▸ Exercise instructions
Each line below from the one containing "Action::Burst => return" through the one containing "fn read(&mut self, end: Duration)" is to be given again exactly, and no line outside that span.

▸ Data for analysis
##############################

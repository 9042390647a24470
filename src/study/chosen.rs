//! Where the next cycle looks, from what the cycles before it found.

use super::{Cycle, Place};
use crate::procedure::Window;

/// Set-points at which this board changed so far at this place: the first to change in each direction, so that a slow
/// ramp is not begun where only a fast one has not changed yet. `None` before the first cycle that found both.
pub fn window(kept: &[Cycle], place: Place) -> Option<Window> {
    let here = kept.iter().filter(|cycle| cycle.order.place() == place);
    let found = here.filter_map(|cycle| Some((cycle.trip.as_ref()?.set, cycle.re_enable.as_ref()?.set)));
    found.fold(None, |window, (trip, re_enable)| {
        Some(match window {
            None => Window { trip, re_enable },
            Some(known) => Window { trip: known.trip.max(trip), re_enable: known.re_enable.min(re_enable) },
        })
    })
}
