//! A bench in virtual time: actions go straight to the simulated world, without text, ports or waiting.

use super::Bench;
use crate::procedure::{Ability, Action, Event};
use crate::sim::device::Kind;
use crate::sim::link_faults::LinkFaults;
use crate::sim::{Faults, Mishap, Setup, ShortReadings, World};
use crate::trace::{BenchFault, Burst, FaultKind, Sample};
use crate::units::{Quantity, Volts};
use std::pin::pin;
use std::task::{Context, Poll, Waker};
use std::time::Duration;

/// Time an instrument needs to obey and confirm one setting.
const RESPONSE: Duration = Duration::from_millis(2);

/// Time after which a missing reply is given up.
const REPLY_TIMEOUT: Duration = Duration::from_secs(1);

/// A simulated bench whose clock jumps.
#[derive(Clone, Debug)]
pub struct VirtualBench {
    world: World,
    ability: Ability,
    integration: Duration,
    faults: Faults,
    link: LinkFaults,
    /// Messages that would have been sent.
    messages: u64,
}

impl VirtualBench {
    /// A bench just switched on, with the roles that `ability` names.
    pub fn new(setup: &Setup, ability: Ability) -> Self {
        Self {
            world: World::new(setup),
            ability,
            integration: setup.ammeter.integration.max(setup.voltmeter.integration),
            faults: Faults::none(),
            link: LinkFaults::new(setup.link_faults.clone()),
            messages: 0,
        }
    }

    /// The same bench with faults.
    #[must_use]
    pub fn with_faults(self, faults: Faults) -> Self {
        Self { faults, ..self }
    }

    /// What it can do.
    pub fn ability(&self) -> &Ability {
        &self.ability
    }

    /// The world behind the bench.
    pub fn world(&self) -> &World {
        &self.world
    }

    /// Whether the supply's output is truly on.
    pub fn output_is_on(&self) -> bool {
        self.world.output()
    }

    /// Carries out one action with the faults that strike it.
    fn carry_out(&mut self, action: &Action) -> Event {
        let end = self.end_of(action);
        if let Some(at) = self.faults.take_abort_before(end) {
            self.world.advance_to(at);
            return Event::Abort;
        }
        // A pause asks nothing of any instrument.
        let mishap = match action {
            Action::WaitUntil(_) => None,
            _ => self.befalls(action).or_else(|| self.faults.strike()),
        };
        match mishap {
            None => self.obey(action, end),
            Some(Mishap::ReplyLost(kind)) => {
                self.obey(action, end);
                self.fail(kind)
            }
            Some(Mishap::CommandLost(kind)) => {
                if kind == FaultKind::Restarted {
                    self.world.restart_supply();
                }
                self.fail(kind)
            }
        }
    }

    /// What would befall the message that carries an action out over a line.
    fn befalls(&mut self, action: &Action) -> Option<Mishap> {
        let (instrument, text) = match action {
            Action::Read => (Kind::Ammeter, "READ?"),
            Action::Burst => (Kind::Voltmeter, "READ?"),
            Action::SetVolts(_) => (Kind::Supply, "VOLT "),
            Action::OutputOn | Action::OutputOff => (Kind::Supply, "OUTP "),
            Action::Range(_) => (Kind::Ammeter, "CURR:RANG "),
            Action::Protect { .. } | Action::LimitCurrent(_) => (Kind::Supply, "CURR "),
            Action::WaitUntil(_) | Action::Finish(_) => return None,
        };
        self.messages += 1;
        self.link.next(instrument, self.messages, text, self.world.now())?.mishap()
    }

    /// When an action without faults is over.
    fn end_of(&self, action: &Action) -> Duration {
        match action {
            Action::WaitUntil(until) => *until,
            Action::Read => self.now() + self.integration,
            Action::Burst => self.now() + ShortReadings::time(),
            Action::Finish(_) => self.now(),
            _ => self.now() + RESPONSE,
        }
    }

    fn obey(&mut self, action: &Action, end: Duration) -> Event {
        let world = &mut self.world;
        let confirmed = match action {
            Action::Protect { over_voltage, current_limit } => {
                world.set_over_voltage(*over_voltage);
                world.set_current_limit(*current_limit);
                taken("over-voltage level", *over_voltage, world.over_voltage())
                    .and_then(|()| taken("current limit", *current_limit, world.current_limit()))
            }
            Action::LimitCurrent(limit) => {
                world.set_current_limit(*limit);
                taken("current limit", *limit, world.current_limit())
            }
            Action::SetVolts(volts) => {
                world.set_volts(*volts);
                taken("voltage", *volts, world.volts())
            }
            Action::OutputOn => {
                world.set_output(true);
                Ok(())
            }
            Action::OutputOff => {
                world.set_volts(Volts::ZERO);
                world.set_output(false);
                Ok(())
            }
            Action::Range(current) => {
                world.set_range(*current);
                Ok(())
            }
            Action::Read => return Event::Reading(self.read(end)),
            Action::Burst => return self.burst(),
            Action::WaitUntil(_) | Action::Finish(_) => Ok(()),
        };
        world.advance_to(end);
        confirmed.map_or_else(Event::Failed, |()| Event::Done)
    }

    fn read(&mut self, end: Duration) -> Sample {
        let world = &mut self.world;
        let mark = world.mark();
        let at = world.now() + (end - world.now()) / 2;
        world.advance_to(end);
        Sample {
            at,
            set: world.volts(),
            sense: self.ability.voltmeter.then(|| world.read_sense(&mark)),
            current: world.read_current(&mark),
            load: self.ability.load_voltmeter.then(|| world.read_load(&mark)),
            range: Some(world.range()),
            limited: Some(world.limited()),
            was_limited: Some(world.take_was_limited()),
        }
    }

    fn burst(&mut self) -> Event {
        let world = &mut self.world;
        let mut readings = Vec::new();
        for _ in 0..Burst::LENGTH {
            let mark = world.mark();
            world.advance_to(world.now() + ShortReadings::APERTURE);
            readings.push(world.read_sense(&mark));
            world.advance_to(world.now() + ShortReadings::PAUSE);
        }
        Burst::of(ShortReadings::APERTURE, &readings)
            .map_or_else(|| self.fail(FaultKind::BadReply), Event::Burst)
    }

    fn fail(&mut self, kind: FaultKind) -> Event {
        let wait = if kind == FaultKind::NoReply { REPLY_TIMEOUT } else { RESPONSE };
        self.world.advance_to(self.world.now() + wait);
        let text =
            format!("simulated bench: injected fault {kind:?} at {:?}; repeat the run", self.world.now());
        Event::Failed(BenchFault { kind, text })
    }
}

impl Bench for VirtualBench {
    fn now(&self) -> Duration {
        self.world.now()
    }

    async fn perform(&mut self, action: &Action) -> Event {
        self.carry_out(action)
    }
}

/// Compares a setting with what the supply kept of it.
fn taken<Q: Quantity + std::fmt::Display>(what: &str, wanted: Q, kept: Q) -> Result<(), BenchFault> {
    let tolerance = 1e-3 + 1e-6 * wanted.si().abs();
    if (wanted.si() - kept.si()).abs() <= tolerance {
        return Ok(());
    }
    let text =
        format!("simulated supply: set {what} to {wanted}, reads back {kept}; choose a value it can keep");
    Err(BenchFault { kind: FaultKind::NotTaken, text })
}

/// Runs a future that is always ready, as all of a bench in virtual time are.
pub fn run_ready<F: Future>(future: F) -> F::Output {
    let mut future = pin!(future);
    let mut context = Context::from_waker(Waker::noop());
    loop {
        if let Poll::Ready(output) = future.as_mut().poll(&mut context) {
            return output;
        }
    }
}
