//! What the cycles of one board at one temperature and load say, rate by rate and at rest.

use super::{AtRest, Cell, Cycle, Delay, Drift, Edge, Place, Plan, Threshold};
use crate::profile::QuantityName;

/// The cycles of one board at one temperature and load, by rate.
pub(super) struct Here<'c> {
    board: &'c str,
    temperature_c: Option<f64>,
    load_ohm: f64,
    rates: Vec<(Option<f64>, Vec<&'c Cycle>)>,
    confidence: f64,
}

impl<'c> Here<'c> {
    pub(super) fn new(plan: &'c Plan, cycles: &[&'c Cycle], place: Place, confidence: f64) -> Self {
        let here: Vec<&Cycle> = cycles.iter().copied().filter(|it| it.order.place() == place).collect();
        let temperatures: Vec<f64> = here.iter().filter_map(|it| it.temperature).map(|it| it.0).collect();
        let loads: Vec<f64> = here.iter().map(|cycle| cycle.load.0).collect();
        let at = |rate: usize| here.iter().copied().filter(|it| it.order.rate == rate).collect();
        Self {
            board: &plan.boards[place.board],
            temperature_c: mean(&temperatures),
            load_ohm: mean(&loads).unwrap_or(plan.loads[place.load].0),
            rates: plan.rates.iter().enumerate().map(|(index, rate)| (*rate, at(index))).collect(),
            confidence,
        }
    }

    fn threshold(&self, cycles: &[&Cycle], edge: Edge) -> Option<Threshold> {
        Threshold::of(cycles, edge, self.confidence)
    }

    pub(super) fn cells(&self) -> Vec<Cell> {
        let mut cells = Vec::new();
        for (rate, cycles) in &self.rates {
            for edge in Edge::ALL {
                cells.extend(self.threshold(cycles, edge).map(|threshold| Cell {
                    board: self.board.to_owned(),
                    temperature_c: self.temperature_c,
                    load_ohm: self.load_ohm,
                    rate_v_per_s: *rate,
                    quantity: edge.quantity(),
                    threshold,
                    drift: Drift::of(cycles, edge, self.confidence),
                }));
            }
        }
        cells
    }

    pub(super) fn at_rest(&self) -> Vec<AtRest> {
        let [trip, re_enable] = Edge::ALL.map(|edge| self.edge_at_rest(edge));
        let hysteresis = trip.as_ref().zip(re_enable.as_ref()).map(|(trip, re_enable)| {
            let value_v = re_enable.value_v - trip.value_v;
            let claim = self.rates.iter().flat_map(|(_, cycles)| cycles).find_map(|cycle| cycle.claim);
            AtRest {
                quantity: QuantityName::Hysteresis,
                value_v,
                delay_included: trip.delay_included,
                statistical_v: trip.statistical_v.hypot(re_enable.statistical_v),
                // What the instrument errs in common at both thresholds cancels (JCGM 100:2008, 5.2.2).
                instrument_v: claim.map(|claim| claim.standard_uncertainty(value_v)),
                delay: None,
                ..trip.clone()
            }
        });
        trip.into_iter().chain(re_enable).chain(hysteresis).collect()
    }

    fn edge_at_rest(&self, edge: Edge) -> Option<AtRest> {
        let found: Vec<(Option<f64>, &Vec<&Cycle>, Threshold)> = self
            .rates
            .iter()
            .filter_map(|(rate, cycles)| Some((*rate, cycles, self.threshold(cycles, edge)?)))
            .collect();
        let ramps: Vec<(Vec<&Cycle>, &Threshold)> = found
            .iter()
            .filter(|(rate, ..)| rate.is_some())
            .map(|(_, cycles, threshold)| ((*cycles).clone(), threshold))
            .collect();
        let delay = Delay::of(&ramps, edge);
        let slowest = || {
            let speed = |rate: Option<f64>| rate.unwrap_or(0.0);
            found.iter().min_by(|a, b| speed(a.0).total_cmp(&speed(b.0)))
        };
        let (rate, _, threshold) = slowest()?;
        let (value_v, statistical_v) = match (rate, &delay) {
            (Some(_), Some(delay)) => (delay.at_rest_v, delay.statistical_v),
            _ => (threshold.mean_v, threshold.statistical_v),
        };
        Some(AtRest {
            board: self.board.to_owned(),
            temperature_c: self.temperature_c,
            load_ohm: self.load_ohm,
            quantity: edge.quantity(),
            value_v,
            delay_included: rate.is_some() && delay.is_none(),
            statistical_v,
            instrument_v: threshold.instrument_v,
            delay,
        })
    }
}

fn mean(values: &[f64]) -> Option<f64> {
    (!values.is_empty()).then(|| values.iter().sum::<f64>() / values.len() as f64)
}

##############################

▸ Solution below
            Action::Burst => return self.burst(),
            Action::WaitUntil(_) | Action::Finish(_) => Ok(()),
        };
        world.advance_to(end);
        confirmed.map_or_else(Event::Failed, |()| Event::Done)
    }

    fn read(&mut self, end: Duration) -> Sample {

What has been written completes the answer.